▶ _EXERCISE OBJECTIVE_: Find the line with "coverage: coverageOf(isOctaves ?" in the records below. Copy it and every line after it, up to and including the line with "const serials = new".

▶ _Stored data_:
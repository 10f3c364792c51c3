import { type CalibrationRow } from '#db/queries/calibrations';
import { type ExceedanceRow } from '#db/queries/exceedances';
import { bandSlot } from '#lib/acoustics/bands';
import { thirdsOfOctave } from '#lib/acoustics/octaves';
import { type PeriodAccumulator } from '#lib/acoustics/periodStatistics';
import { formatInstantUtc } from '#lib/contracts/common';
import { type DocumentStation } from '#lib/contracts/monthDocument';
import { type DocumentBand } from '#lib/contracts/monthEvidence';
import { madeBy } from '../../calibrations/madeBy';
import { calibrationJson } from '../../calibrations/calibrationJson';
import { instrumentsOf } from '../../figures/instruments';
import { stationBands, stationOctaves, type PlacedBand } from '../../figures/stationBands';
import { dayFigures } from '../../levels/days';
import { incidentOf, placementsIn } from '../../levels/incident';
import { monthFigures } from '../../levels/month';
import { mastsOf } from '../../weather/mastsOf';
import { complianceOf, type LimitInForce } from './compliance';
import { readEvidence, type MonthEvidence, type StationMonth } from './evidence';
import { documentExceedance } from './exceedances';
import { exclusionEffect } from './exclusionEffect';
import { documentHours, monthHours } from './hours';
import { packedSpectrogram } from './spectrogram';
import { documentDay, documentFigures } from './stationFigures';
import { documentLowFrequency, documentTonality } from './tonality';
import { monthWind } from './wind';
import { yearToDate, type EarlierGround } from './yearToDate';

/** What a network’s month knows beside one station’s own data. */
export interface SharedEvidence {
  limits: readonly LimitInForce[];
  /** Of the whole network in the month. */
  exceedances: readonly ExceedanceRow[];
  /** Standing checks of the whole network. */
  calibrations: readonly CalibrationRow[];
  /** Told of each station what its year so far rests on before the month. */
  onEarlier: (station: string, ground: EarlierGround) => void;
}

/** Everything that a month’s document says of one station. */
export async function stationDocument(month: StationMonth, shared: SharedEvidence): Promise<DocumentStation> {
  const { station, span, timeline, nowSec, conn } = month;
  const evidence = await readEvidence(month);
  const { series } = evidence;
  const found = await monthFigures({ station, month: span.month, timeline, nowSec, series }, conn);
  const days = await dayFigures(
    { station, fromDate: span.firstDate, toDate: span.endDate, timeline, nowSec, series },
    conn,
  );
  const hours = await monthHours(evidence);
  const civil = { fromSec: span.fromSec, toSec: span.toSec };
  const instruments = await instrumentsOf({ station, period: civil, timeZone: span.timeZone, conn });
  const incident = await incidentOf({ station, ...civil, timeline, nowSec }, found.statistics.LAeq, conn);
  const ground = { hours, instruments, incidentDb: incident.LAeq };
  const figures = documentFigures(evidence, found, ground);
  const own = shared.exceedances.filter(({ stationId }) => stationId === station.id);
  const year = await yearToDate(evidence, hours);
  shared.onEarlier(station.code, year.earlier);
  const standing = own.filter(({ state }) => state === 'standing').length;
  return {
    ...(await describe(evidence)),
    figures,
    yearToDate: year.figures,
    days: days
      .filter((day) => day.periods.day.seconds.expected > 0 || day.seconds.expected > 0)
      .map((day) => documentDay(evidence, day, ground)),
    hours: documentHours(evidence, hours),
    ...bandsOf(evidence, found.levels, figures.seconds.expected),
    spectrogram: packedSpectrogram(evidence, found.levels),
    tonality: documentTonality(evidence, found.levels),
    lowFrequency: documentLowFrequency(evidence, found.levels),
    exclusions: await exclusionEffect(evidence, figures, found.isSchemeMixed),
    exceedances: { standing, lifted: own.length - standing, items: own.map(documentExceedance) },
    compliance: complianceOf(station, shared.limits, own, figures.meetsMinimum),
    calibrations: await calibrationsOf(evidence, shared),
    wind: await monthWind(month),
  };
}

type Description = Pick<
  DocumentStation,
  | 'code'
  | 'name'
  | 'latitude'
  | 'longitude'
  | 'placement'
  | 'mastHeightMetres'
  | 'bandFraction'
  | 'intervalSeconds'
  | 'placements'
  | 'instruments'
  | 'masts'
  | 'standsFrom'
  | 'standsTo'
  | 'coverageSinceRegistration'
>;

async function describe({ station, span, series, nowSec, conn }: MonthEvidence): Promise<Description> {
  const measured = { fromSec: span.fromSec, toSec: span.lastNightEndSec };
  const registeredSec = Math.floor(station.createdAt.getTime() / 1000);
  const since = { fromSec: Math.max(span.fromSec, registeredSec), toSec: Math.min(span.toSec, nowSec) };
  const { sums } = await series.levels({ ...since, toSec: Math.max(since.fromSec, since.toSec) });
  return {
    code: station.code,
    name: station.name,
    latitude: station.latitude,
    longitude: station.longitude,
    placement: station.placement,
    mastHeightMetres: station.mastHeightM,
    bandFraction: station.bandFraction,
    intervalSeconds: station.intervalSec,
    placements: await placementsIn(station, measured, conn),
    instruments: await madeBy(station, measured, conn),
    masts: await mastsOf(station.id, measured),
    standsFrom: station.createdAt.toISOString(),
    standsTo: station.retiredAt?.toISOString() ?? null,
    coverageSinceRegistration:
      since.fromSec >= since.toSec ? null : Math.min(1, sums.validSec / (since.toSec - since.fromSec)),
  };
}

function bandsOf(
  { station }: MonthEvidence,
  levels: PeriodAccumulator,
  expectedSec: number,
): Pick<DocumentStation, 'bands' | 'octaves'> {
  const coverageOf = (validSec: number) => (expectedSec === 0 ? 0 : Math.min(1, validSec / expectedSec));
  const validSecOf = (index: number) => levels.sums.bandValidSec[bandSlot(index)] ?? 0;
  const isOctaves = levels.sums.bandFraction === 1;
  const bands = stationBands(station, levels).map(({ index, nominalHz }: PlacedBand): DocumentBand => ({
    nominalHz,
    Leq: levels.bandLeqDb(index),
    L10: levels.bandExceedanceLevelDb(index, 10),
    L50: levels.bandExceedanceLevelDb(index, 50),
    L90: levels.bandExceedanceLevelDb(index, 90),
    coverage: coverageOf(validSecOf(index)),
  }));
  const octaves = stationOctaves(station, levels).map(({ index, nominalHz }: PlacedBand): DocumentBand => ({
    nominalHz,
    Leq: levels.octaveLeqDb(index),
    L10: levels.octaveExceedanceLevelDb(index, 10),
    L50: levels.octaveExceedanceLevelDb(index, 50),
    L90: levels.octaveExceedanceLevelDb(index, 90),
    coverage: coverageOf(isOctaves ? validSecOf(index) : Math.min(...thirdsOfOctave(index).map(validSecOf))),
  }));
  return { bands, octaves };
}

async function calibrationsOf(
  { station, span, conn }: MonthEvidence,
  { calibrations }: SharedEvidence,
): Promise<DocumentStation['calibrations']> {
  const serials = new Set(
    (await madeBy(station, { fromSec: span.fromSec, toSec: span.toSec }, conn)).map(
      ({ serialNumber }) => serialNumber,
    ),
  );
  return calibrations
    .filter(
      ({ serialNumber, checkedAtSec }) =>
        serials.has(serialNumber) && span.fromSec <= checkedAtSec && checkedAtSec < span.toSec,
    )
    .sort((a, b) => a.checkedAtSec - b.checkedAtSec)
    .map((row) => {
      const { calibrator, calibratorLevel, before, after, drift, driftBound, isWithinBound } =
        calibrationJson(row);
      return {
        serialNumber: row.serialNumber,
        checkedAt: formatInstantUtc(row.checkedAtSec),
        calibrator,
        calibratorLevel,
        before,
        after,
        drift,
        driftBound,
        isWithinBound,
      };
    });
}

▶ _RESPONSE AREA_:
    coverage: coverageOf(isOctaves ? validSecOf(index) : Math.min(...thirdsOfOctave(index).map(validSecOf))),
  }));
  return { bands, octaves };
}

async function calibrationsOf(
  { station, span, conn }: MonthEvidence,
  { calibrations }: SharedEvidence,
): Promise<DocumentStation['calibrations']> {
  const serials = new Set(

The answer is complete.